🤖 AI Summary
Current evaluations of vision-language-action (VLA) models predominantly rely on inference-centric metrics such as parameter count and FLOPs, which poorly reflect actual execution performance in real-world robotic tasks. This work introduces the first systematic suite of embodied efficiency metrics—including task completion time, trajectory smoothness, cumulative joint rotation, and motion energy consumption—and employs this framework to re-evaluate prominent VLA models. Through comparative experiments involving model compression, token sparsification, action sequence compression, contextual prompting, and supervised fine-tuning, we demonstrate that conventional efficiency optimizations often degrade execution quality, while existing adaptation methods yield only marginal and metric-specific improvements.
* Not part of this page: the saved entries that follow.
package dev.heed.spark;

import java.util.List;
import org.apache.spark.sql.Dataset;
import org.apache.spark.sql.Row;

/**
 * The result of {@link SparkNodeClassifier#classify}: the predictions frame, lazily computed from
 * the last layer's persisted rows, and what the run did. Close it after the predictions have been
 * written or collected, to release the persisted rows.
 *
 * <p>Thread safety: not thread-safe; use from the thread that classified.
 */
public final class SparkScores implements AutoCloseable {

  private final Dataset<Row> predictions;
  private final List<Dataset<?>> held;
  private final long splitRows;
  private final long entries;

  SparkScores(Dataset<Row> predictions, List<Dataset<?>> held, long splitRows, long entries) {
    this.predictions = predictions;
    this.held = held;
    this.splitRows = splitRows;
    this.entries = entries;
  }

  /**
   * Returns the predictions: the id column (the features frame's name and type), {@code label}
   * (string: the class with the highest probability, the first of equal ones), {@code probability}
   * (float) and one float column {@code p_<label>} per class label, in the model's label order.
   *
   * @return the frame; valid until {@link #close()}
   */
  public Dataset<Row> predictions() {
    return predictions;
  }

  /**
   * Returns how many rows of the graph were longer than the split threshold and ran in parts.
   *
   * @return the number of split rows
   */
  public long splitRows() {
    return splitRows;
  }

  /**
   * Returns the number of attention entries of the graph built by the conventions (edges plus
   * self-loops, after direction and duplicates).
   *
   * @return the entry count E
   */
  public long entries() {
    return entries;
  }

  /** Releases the persisted rows; the predictions frame must not be used after. */
  @Override
  public void close() {
    for (Dataset<?> d : held) {
      d.unpersist(false);
    }
    held.clear();
  }
}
Our findings advocate a paradigm shift in VLA evaluation from pure inference efficiency toward embodied execution efficiency.
📝 Abstract
Vision-Language-Action (VLA) models have recently enabled embodied agents to perform increasingly complex tasks by jointly reasoning over visual, linguistic, and motor modalities. However, we find that the prevailing notion of ``efficiency'' in current VLA research, characterized by parameters, FLOPs, or token decoding throughput, does not reflect actual performance on robotic platforms. In real-world execution, efficiency is determined by system-level embodied behaviors such as task completion time, trajectory smoothness, cumulative joint rotation, and motion energy. Through controlled studies across model compression, token sparsification, and action sequence compression, we make several observations that challenge common assumptions. (1) Methods that reduce computation under conventional metrics often increase end-to-end execution cost or degrade motion quality, despite maintaining task success rates. (2) System-level embodied efficiency metrics reveal performance differences in the learned action policies that remain hidden under conventional evaluations. (3) Common adaptation methods such as in-context prompting or supervised fine-tuning show only mild and metric-specific improvements in embodied efficiency. While these methods can reduce targeted embodied-efficiency metrics such as jerk or action rate, the resulting gains may come with trade-offs in other metrics, such as longer completion time. Taken together, our results suggest that conventional inference efficiency metrics can overlook important aspects of embodied execution. Incorporating embodied efficiency provides a more complete view of policy behavior and practical performance, enabling fairer and more comprehensive comparisons of VLA models.